> [Task description]:
Lines before the one containing "reference = dict(design.reference)" are excluded; reproduce that line and all lines after it in the entries below, exactly.

> [Entries shown]:
def match_level(given: Any, levels: list[str]) -> str | None:
    """The category level ``given`` names: by its text, or by value for numeric-looking levels
    (so 2, 2.0 and "2" all name level "2")."""
    text = str(given)
    if text in levels:
        return text
    try:
        number = float(given)
    except (TypeError, ValueError):
        return None
    for level in levels:
        try:
            if float(level) == number:
                return level
        except ValueError:
            continue
    return None


def unknown_level(part: str, given: Any, column: str, levels: list[str], where: str = "") -> str:
    """The message for a value naming no level of ``column``: what was given (an empty name said
    in words), and the levels to choose from."""
    text = str(given)
    if text.strip() == "":
        said = "an empty level name" if text == "" else "a level name of only spaces"
        named = f"{said} is not a level of '{column}'{where} (cells without a level name count as missing)"
    else:
        named = f"'{text[:40]}' is not a level of '{column}'{where}"
    known = sorted(levels, key=_level_order)
    shown = ", ".join(f"'{level}'" for level in known[:20]) + (f" and {len(known) - 20} more" if len(known) > 20 else "")
    return f"{part}: {named}; levels are {shown}."


def _level_order(level: str) -> tuple[int, float, str]:
    """Numeric-looking levels in numeric order, then the rest alphabetically."""
    try:
        return (0, float(level), level)
    except ValueError:
        return (1, 0.0, level)


def reference_point(
    spec: ModelSpec,
    blocks: list[Block],
    values: dict[str, np.ndarray],
    modes: dict[str, str] | None = None,
    means: dict[str, float] | None = None,
) -> dict[str, Any]:
    """Where effects are evaluated: ``at`` values, else sample means (modes for categories; the
    first in sorted order on ties). ``modes`` and ``means`` may give the modes already counted and
    the means (numpy.mean of the same values) already taken."""
    means = means or {}
    jobs = [
        functools.partial(reference_value, spec, block, values[block.spec.column], modes, means.get(block.spec.column))
        for block in blocks
    ]
    # Threads only when some value is still to be read off its column (waking them costs more
    # than looking up means already taken).
    reads = any(block.is_category or block.spec.column not in means for block in blocks)
    rows = max((len(np.atleast_1d(v)) for v in values.values()), default=0) if reads else 0
    found = engine.each_column(jobs, rows)
    return {block.spec.column: value for block, value in zip(blocks, found, strict=True)}


def reference_value(
    spec: ModelSpec, block: Block, x: np.ndarray, modes: dict[str, str] | None = None, mean: float | None = None
) -> Any:
    """The reference point's value for one regressor (see ``reference_point``); x its values."""
    column = block.spec.column
    if column in spec.at:
        given = spec.at[column]
        if block.is_category:
            known = [block.reference_level, *block.levels]
            matched = match_level(given, known)
            if matched is None:
                raise DataError(unknown_level(f"spec.at.{column}", given, column, known))
            return matched
        if isinstance(given, str):
            raise DataError(f"spec.at.{column}: must be a number in the units of '{column}'.")
        bad, reason = block.spec.transform.invalid(np.array([float(given)]))
        if bad[0]:
            raise DataError(f"spec.at.{column}: {given:g} cannot be used because {reason}.")
        return float(given)
    if block.is_category:
        if modes and column in modes:
            return modes[column]
        labels, counts = np.unique(np.asarray(x).astype(str), return_counts=True)
        return str(labels[int(np.argmax(counts))])
    return mean if mean is not None else float(np.mean(x))


def rescaled_design(
    data: pd.DataFrame, design: Design, spec: ModelSpec, column: str, factor: float, work: np.ndarray | None = None
) -> Design | None:
    """``design`` with the numeric regressor ``column`` multiplied by ``factor``, for ``spec``
    (the model's spec with that regressor's change and ``at`` value rescaled): only that
    regressor's design columns, values and reference value are redone, the rest is shared.

    The result equals ``build_design`` on the rescaled data whenever the same rows are used; None
    when rescaling changes which rows the column allows (or the column also holds the weights,
    the clusters or the outcome), and the design must be built afresh. ``work``, a copy of
    ``design.X`` that may be overwritten, saves allocating one.
    """
    if column in (spec.weights, spec.cluster, spec.outcome_column) or design.encoder.crossed(column) or design.absorbed:
        return None
    block = design.encoder.block(column)
    regressor = next(r for r in spec.regressors if r.column == column)
    if block.is_category or isinstance(regressor.transform, Category):
        return None
    raw = _numeric(data[column], column)
    with np.errstate(all="ignore"):
        scaled = raw * factor

    def usable(x: np.ndarray) -> np.ndarray:
        bad, _ = regressor.transform.invalid(x)
        return np.isfinite(x) & ~bad

    if not np.array_equal(usable(raw), usable(scaled)):
        return None
    x = scaled if len(design.rows) == len(scaled) else scaled[design.rows]
    if float(np.ptp(x)) == 0:
        return None
    changed = Block(regressor, block.start, block.stop, binary=_zero_one(x))
    blocks = [changed if b is block else b for b in design.encoder.blocks]
    X = work if work is not None else design.X.copy(order="K")
    X[:, block.start : block.stop] = regressor.transform.basis(x)
    values = dict(design.values)
    values[column] = x
    reference = dict(design.reference)
    reference[column] = reference_value(spec, changed, x)
    ranges = dict(design.ranges)
    ranges[column] = _value_range(x)
    return replace(design, X=X, encoder=replace(design.encoder, blocks=blocks), values=values, reference=reference, ranges=ranges)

> [Task result]:
    reference = dict(design.reference)
    reference[column] = reference_value(spec, changed, x)
    ranges = dict(design.ranges)
    ranges[column] = _value_range(x)
    return replace(design, X=X, encoder=replace(design.encoder, blocks=blocks), values=values, reference=reference, ranges=ranges)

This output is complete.